=== Data under study ===
□ □ □

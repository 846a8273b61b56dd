package mesh

import (
	"bytes"
	"math"
	"os"
	"path/filepath"
	"testing"

	"github.com/hschendel/stl"
)

// Our streaming reader (no per-triangle callback, every ASCII solid, warnings by line) must
// read what github.com/hschendel/stl reads, triangle for triangle: the library is the
// independent reference for the files both accept. The fixtures are binary; each is also
// checked as ASCII written by the library.
func TestReaderAgreesWithSTLLibrary(t *testing.T) {
	files, err := filepath.Glob(filepath.Join("..", "testdata", "*.stl"))
	if err != nil || len(files) == 0 {
		t.Fatalf("no STL fixtures found: %v", err)
	}
	for _, f := range files {
		data, err := os.ReadFile(f)
		if err != nil {
			t.Fatal(err)
		}
		ref, err := stl.ReadAll(bytes.NewReader(data))
		if err != nil {
			t.Fatalf("%s: the library cannot read it: %v", f, err)
		}
		var ascii bytes.Buffer
		ref.IsAscii = true
		if err := ref.WriteAll(&ascii); err != nil {
			t.Fatal(err)
		}
		for _, c := range []struct {
			kind string
			data []byte
		}{{"binary", data}, {"ascii", ascii.Bytes()}} {
			m, rep := mustLoad(t, f, c.data, LoadOptions{})
			if rep.Format != c.kind {
				t.Errorf("%s: read as %s, want %s", f, rep.Format, c.kind)
			}
			if len(m.Triangles) != len(ref.Triangles) || rep.TrianglesRead != len(ref.Triangles) {
				t.Errorf("%s (%s): %d triangles kept of %d read, the library reads %d", f, c.kind,
					len(m.Triangles), rep.TrianglesRead, len(ref.Triangles))
				continue
			}
			// Welding keeps input order and moves corners by at most float32 rounding.
			worst := 0.0
			for i, tri := range ref.Triangles {
				a, b, cc := m.Corners(i)
				for k, ours := range [3][3]float64{a, b, cc} {
					for d := range 3 {
						worst = max(worst, math.Abs(ours[d]-float64(tri.Vertices[k][d])))
					}
				}
			}
			if worst > 1e-6 {
				t.Errorf("%s (%s): a corner differs from the library's by %g mm", f, c.kind, worst)
			}
		}
	}
}
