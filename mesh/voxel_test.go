package mesh

import (
	"errors"
	"math"
	"slices"
	"strings"
	"testing"

	"github.com/go-gl/mathgl/mgl64"
)

func voxCount(g *Grid) int {
	n := 0
	for _, in := range g.Inside {
		if in {
			n++
		}
	}
	return n
}

// voxBox returns the unit cube [0,1]^3 as 12 triangles; diagonalUp picks which diagonal
// splits the top and bottom faces.
func voxBox(diagonalUp bool) *Mesh {
	m := &Mesh{}
	for c := range 8 {
		m.Vertices = append(m.Vertices, mgl64.Vec3{float64(c & 1), float64(c >> 1 & 1), float64(c >> 2 & 1)})
	}
	quad := func(a, b, c, d int32) { // counter-clockwise seen from outside
		m.Triangles = append(m.Triangles, [3]int32{a, b, c}, [3]int32{a, c, d})
	}
	if diagonalUp {
		quad(0, 2, 3, 1) // bottom, split 0-3 (the line x = y)
		quad(4, 5, 7, 6) // top, split 4-7
	} else {
		quad(1, 0, 2, 3) // bottom, split 1-2 (the line x + y = 1)
		quad(5, 7, 6, 4) // top, split 5-6
	}
	quad(0, 1, 5, 4) // y = 0
	quad(2, 6, 7, 3) // y = 1
	quad(0, 4, 6, 2) // x = 0
	quad(1, 3, 7, 5) // x = 1
	return m
}

func TestVoxelizeGridLayout(t *testing.T) {
	g, err := Voxelize(voxBox(true), 0.125, 1, 0)
	if err != nil {
		t.Fatal(err)
	}
	// Definition: 8 voxels over the unit cube plus one pad voxel each side.
	if g.NX != 10 || g.NY != 10 || g.NZ != 10 || len(g.Inside) != 10*10*10 {
		t.Fatalf("grid %dx%dx%d (%d)", g.NX, g.NY, g.NZ, len(g.Inside))
	}
	if got := g.Index(2, 3, 4); got != 2+10*(3+10*4) {
		t.Errorf("Index(2,3,4) = %d", got)
	}
	if got, want := g.Center(0, 0, 0), (mgl64.Vec3{-0.0625, -0.0625, -0.0625}); !got.ApproxEqualThreshold(want, 1e-12) {
		t.Errorf("Center(0,0,0) = %v, want %v", got, want)
	}
}

// Columns through voxel centres run exactly along the diagonals that split the box's top
// and bottom faces (x = y or x + y = 1 both pass through centres of 0.125 mm voxels), so every such
// column hits two triangles at once on each face. The half-open rule must count it once.
func TestVoxelizeColumnsOnSharedEdges(t *testing.T) {
	for _, up := range []bool{true, false} {
		for _, flip := range []bool{false, true} {
			m := voxBox(up)
			if flip { // the same box with all triangles reversed: parity must not care
				for i, tr := range m.Triangles {
					m.Triangles[i] = [3]int32{tr[0], tr[2], tr[1]}
				}
			}
			g, err := Voxelize(m, 0.125, 1, 0)
			if err != nil {
				t.Fatal(err)
			}
			// Analytic: the centres 0.0625..0.9375 of an 8^3 block lie inside the unit cube.
			if n := voxCount(g); n != 512 {
				t.Errorf("diagonalUp=%v flipped=%v: %d voxels inside, want 512", up, flip, n)
			}
			for k := 1; k <= 8; k++ {
				for i := 1; i <= 8; i++ {
					if !g.Inside[g.Index(i, i, k)] || !g.Inside[g.Index(i, 9-i, k)] {
						t.Fatalf("diagonalUp=%v: diagonal column (%d,%d) not filled at k=%d", up, i, i, k)
					}
				}
			}
		}
	}
}

// A pyramid whose apex and base diagonal stand exactly on voxel-centre columns (all
// coordinates are exact binary fractions): the column x = y runs along the base diagonal
// and along two slanted edges, and the middle column through the apex vertex, where
// four triangles meet. Each must still cross the surface the right number of times.
func TestVoxelizeColumnsThroughVertices(t *testing.T) {
	const lo, hi, mid, top = 0.0625, 0.9375, 0.5, 0.875
	m := &Mesh{Vertices: []mgl64.Vec3{{lo, lo, 0}, {hi, lo, 0}, {hi, hi, 0}, {lo, hi, 0}, {mid, mid, top}},
		Triangles: [][3]int32{{0, 2, 1}, {0, 3, 2}, {0, 1, 4}, {1, 2, 4}, {2, 3, 4}, {3, 0, 4}}}
	g, err := Voxelize(m, 0.125, 0, 0)
	if err != nil {
		t.Fatal(err)
	}
	if g.Center(3, 3, 0)[0] != mid || g.Center(3, 3, 0)[1] != mid {
		t.Fatalf("set-up: column (3,3) at %v, want x = y = %g", g.Center(3, 3, 0), mid)
	}
	// Analytic square pyramid: |x-mid|, |y-mid| < h(z) = (hi-mid)(1 - z/top), 0 < z < top.
	halfWidth := func(z float64) float64 { return (hi - mid) * (1 - z/top) }
	bad := 0
	for k := range g.NZ {
		for j := range g.NY {
			for i := range g.NX {
				c := g.Center(i, j, k)
				h := halfWidth(c[2])
				if math.Abs(math.Abs(c[0]-mid)-h) < 1e-12 || math.Abs(math.Abs(c[1]-mid)-h) < 1e-12 {
					continue // on a side face: either answer is right
				}
				want := c[2] < top && math.Abs(c[0]-mid) < h && math.Abs(c[1]-mid) < h
				if g.Inside[g.Index(i, j, k)] != want {
					bad++
				}
			}
		}
	}
	if bad != 0 {
		t.Errorf("%d voxels disagree with the analytic pyramid", bad)
	}
	for k := range g.NZ {
		if !g.Inside[g.Index(3, 3, k)] {
			t.Errorf("apex column empty at z=%.4f", g.Center(3, 3, k)[2])
		}
	}
}

func TestVoxelizeSphereVolume(t *testing.T) {
	const r = 1.0
	m := tubeSphere(mgl64.Vec3{0.013, -0.021, 0.007}, r, 64, 96)
	g, err := Voxelize(m, 0.05, 2, 0)
	if err != nil {
		t.Fatal(err)
	}
	// Divergence theorem volume of the polyhedron vs. voxel count: within 1 % at 40 voxels
	// across (the count error scales with surface/volume * voxel).
	want := Volume(m)
	got := float64(voxCount(g)) * math.Pow(g.Voxel, 3)
	if math.Abs(got-want) > 0.01*want {
		t.Errorf("voxel volume %.4f, mesh volume %.4f", got, want)
	}
	// Same grid on one worker and on all cores, and on three.
	for _, workers := range []int{1, 3} {
		g1, err := Voxelize(m, 0.05, 2, workers)
		if err != nil || !slices.Equal(g1.Inside, g.Inside) {
			t.Errorf("result depends on the number of workers (%d, err %v)", workers, err)
		}
	}
}

func TestVoxelizeRejects(t *testing.T) {
	box := voxBox(true)
	for _, v := range []float64{0, -1, math.NaN(), math.Inf(1)} {
		if _, err := Voxelize(box, v, 1, 0); err == nil {
			t.Errorf("voxel %g accepted", v)
		}
	}
	big := &Mesh{Vertices: slices.Clone(box.Vertices), Triangles: box.Triangles}
	for i := range big.Vertices {
		big.Vertices[i] = big.Vertices[i].Mul(1000)
	}
	_, err := Voxelize(big, 0.01, 1, 0)
	var ge *GridTooLargeError
	if !errors.As(err, &ge) || ge.Voxel != 0.01 || !strings.Contains(err.Error(), "more than 30000000 voxels") {
		t.Errorf("a 10^15-voxel grid: err %v, want a grid too large", err)
	}
	bad := &Mesh{Vertices: box.Vertices, Triangles: [][3]int32{{0, 1, 99}}}
	if _, err := Voxelize(bad, 0.1, 1, 0); err == nil {
		t.Error("triangle with an out-of-range vertex accepted")
	}
	nan := &Mesh{Vertices: slices.Clone(box.Vertices), Triangles: box.Triangles}
	nan.Vertices[3][0] = math.NaN()
	if _, err := Voxelize(nan, 0.1, 1, 0); err == nil {
		t.Error("NaN vertex accepted")
	}
	if _, err := Voxelize(&Mesh{}, 0.1, 1, 0); err == nil {
		t.Error("empty mesh accepted")
	}
}

// BenchmarkVoxelize: a 200k-triangle curved tapered canal at 0.03 mm (target: well under
// 0.5 s per run on 2 cores).
func BenchmarkVoxelize(b *testing.B) {
	m := tubeCanalLike(782, 128)
	var g *Grid
	for b.Loop() {
		var err error
		if g, err = Voxelize(m, 0.03, 2, 0); err != nil {
			b.Fatal(err)
		}
	}
	b.ReportMetric(float64(len(m.Triangles)), "triangles")
	b.ReportMetric(float64(len(g.Inside)), "voxels")
}

// TestVoxelizeSymmetryPlaneOnCentres: curved tubes whose plane of symmetry (y = 0) holds a
// row of voxel centres, and whose wall has vertices on that plane up to rounding (cos(pi/2)
// is 6e-17, not 0), as a parametric canal's mesh has. Every voxel must agree with the
// analytic tube (distance to the arc's circle under the radius), except in the thin band
// the tessellation leaves undecided.
func TestVoxelizeSymmetryPlaneOnCentres(t *testing.T) {
	const big, alpha, seg = 6.0, 1.0, 48
	frame := func(s float64) shapeFrame { // the arc in the xz plane; n across it, b in it
		a := alpha * s
		n := mgl64.Vec3{math.Cos(a), 0, math.Sin(a)}
		return shapeFrame{c: n.Mul(big), n: mgl64.Vec3{0, 1, 0}, b: n}
	}
	rows := 0
	for _, r := range []float64{0.35, 0.45, 0.5, 0.55, 0.6} {
		for _, cells := range []float64{13.1, 13.37, 15.2, 15.61, 17.05, 17.77, 19.3, 19.9, 21.4, 21.47} {
			// ceil(2r/h) is odd, so the centred grid puts a row of centres on y = 0.
			h := 2 * r / (cells - 0.5)
			m := shapeTube(frame, constRadius(r), seg, 200, true)
			g, err := Voxelize(m, h, 2, 0)
			if err != nil {
				t.Fatal(err)
			}
			row := -1
			for j := range g.NY {
				if math.Abs(g.Center(0, j, 0)[1]) < 1e-9*h {
					row = j
				}
			}
			if row < 0 {
				continue
			}
			rows++
			// Analytic geometry: inside when the distance to the circle of radius big in the xz
			// plane is under r, at an angle 0..alpha; the polygon of seg sides lies between
			// r cos(pi/seg) and r, less the sag of a chord between rings (under 1e-4 mm).
			inner := r*math.Cos(math.Pi/seg) - 1e-4
			bad, rowBad := 0, 0
			for k := range g.NZ {
				for j := range g.NY {
					for i := range g.NX {
						c := g.Center(i, j, k)
						a := math.Atan2(c[2], c[0])
						rho := math.Hypot(math.Hypot(c[0], c[2])-big, c[1])
						if a < 0.01 || a > alpha-0.01 || (rho > inner-1e-9 && rho < r+1e-9) {
							continue // at a cap or in the undecided band
						}
						if got := g.Inside[g.Index(i, j, k)]; got != (rho < inner) {
							bad++
							if j == row {
								rowBad++
							}
						}
					}
				}
			}
			if bad != 0 {
				t.Errorf("r %g, voxel %.4f: %d voxels disagree with the analytic tube, %d of them in the row on the symmetry plane", r, h, bad, rowBad)
			}
		}
	}
	if rows < 10 {
		t.Fatalf("set-up: only %d grids had a row of centres on y = 0", rows)
	}
}
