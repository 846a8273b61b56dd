package mesh

import (
	"math"
	"math/rand/v2"
	"testing"

	"github.com/go-gl/mathgl/mgl64"
)

// closestOnTriangleVec3 is the closest point on a triangle by its Voronoi regions, written with
// Vec3 methods as in Ericson, Real-Time Collision Detection, 5.1.5: the reference the plain-
// number closestOnTriangle must match bit for bit.
func closestOnTriangleVec3(p, a, b, c mgl64.Vec3) mgl64.Vec3 {
	ab, ac, ap := b.Sub(a), c.Sub(a), p.Sub(a)
	d1, d2 := ab.Dot(ap), ac.Dot(ap)
	if d1 <= 0 && d2 <= 0 {
		return a
	}
	bp := p.Sub(b)
	d3, d4 := ab.Dot(bp), ac.Dot(bp)
	if d3 >= 0 && d4 <= d3 {
		return b
	}
	vc := d1*d4 - d3*d2
	if vc <= 0 && d1 >= 0 && d3 <= 0 {
		return a.Add(ab.Mul(d1 / (d1 - d3)))
	}
	cp := p.Sub(c)
	d5, d6 := ab.Dot(cp), ac.Dot(cp)
	if d6 >= 0 && d5 <= d6 {
		return c
	}
	vb := d5*d2 - d1*d6
	if vb <= 0 && d2 >= 0 && d6 <= 0 {
		return a.Add(ac.Mul(d2 / (d2 - d6)))
	}
	va := d3*d6 - d5*d4
	if va <= 0 && d4-d3 >= 0 && d5-d6 >= 0 {
		return b.Add(c.Sub(b).Mul((d4 - d3) / ((d4 - d3) + (d5 - d6))))
	}
	den := va + vb + vc
	if den == 0 {
		return nearestOf(p, a, b, c)
	}
	v, w := vb/den, vc/den
	return a.Add(ab.Mul(v)).Add(ac.Mul(w))
}

// Every Voronoi region (corners, edges, face), slivers, needles, zero-area triangles and
// points on the triangle: the plain-number test gives the reference's point, bit for bit, and
// the stored-triangle form its squared distance too.
func TestClosestOnTriangleMatchesVec3Form(t *testing.T) {
	rng := rand.New(rand.NewPCG(17, 29))
	vec := func(s float64) mgl64.Vec3 {
		return mgl64.Vec3{s * (rng.Float64()*2 - 1), s * (rng.Float64()*2 - 1), s * (rng.Float64()*2 - 1)}
	}
	bitsEqual := func(u, v mgl64.Vec3) bool {
		for k := range 3 {
			if math.Float64bits(u[k]) != math.Float64bits(v[k]) {
				return false
			}
		}
		return true
	}
	regions := map[string]int{}
	for i := 0; i < 200000; i++ {
		a, b, c := vec(1), vec(1), vec(1)
		switch i % 5 {
		case 1: // a sliver
			c = a.Add(b.Sub(a).Mul(rng.Float64())).Add(vec(1e-9))
		case 2: // zero area: three points on a line, or a repeated corner
			c = a.Add(b.Sub(a).Mul(rng.Float64() * 2))
			if i%10 == 2 {
				c = b
			}
		case 3: // far from the origin, small
			off := vec(1e4)
			a, b, c = a.Mul(1e-3).Add(off), b.Mul(1e-3).Add(off), c.Mul(1e-3).Add(off)
		}
		p := vec(3)
		if i%7 == 0 { // on the triangle
			u, v := rng.Float64(), rng.Float64()
			if u+v > 1 {
				u, v = 1-u, 1-v
			}
			p = a.Add(b.Sub(a).Mul(u)).Add(c.Sub(a).Mul(v))
		}
		want := closestOnTriangleVec3(p, a, b, c)
		if got := closestOnTriangle(p, a, b, c); !bitsEqual(got, want) {
			t.Fatalf("p %v, triangle %v %v %v: %v, want %v", p, a, b, c, got, want)
		}
		tr := bvhTri{a: a, e1: b.Sub(a), e2: c.Sub(a)}
		wantStored := closestOnTriangleVec3(p, tr.a, tr.a.Add(tr.e1), tr.a.Add(tr.e2))
		d2, got := closestOnStored(&p, &tr)
		if d := wantStored.Sub(p); !bitsEqual(got, wantStored) || math.Float64bits(d2) != math.Float64bits(d.Dot(d)) {
			t.Fatalf("stored triangle %v: %v at %v, want %v at %v", tr, got, d2, wantStored, d.Dot(d))
		}
		switch {
		case want == a || want == b || want == c:
			regions["corner"]++
		default:
			regions["edge or face"]++
		}
	}
	if regions["corner"] < 1000 || regions["edge or face"] < 1000 {
		t.Errorf("regions met: %v; want corners and edges or faces a thousand times each", regions)
	}
}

□ □ □

=== Required work ===
Within the listing above, extract exactly the lines from the line with "for _, c := range" to the line with "(%s): %d triangles", the two named lines included, and no others.

=== Written answer ===
		for _, c := range []struct {
			kind string
			data []byte
		}{{"binary", data}, {"ascii", ascii.Bytes()}} {
			m, rep := mustLoad(t, f, c.data, LoadOptions{})
			if rep.Format != c.kind {
				t.Errorf("%s: read as %s, want %s", f, rep.Format, c.kind)
			}
			if len(m.Triangles) != len(ref.Triangles) || rep.TrianglesRead != len(ref.Triangles) {
				t.Errorf("%s (%s): %d triangles kept of %d read, the library reads %d", f, c.kind,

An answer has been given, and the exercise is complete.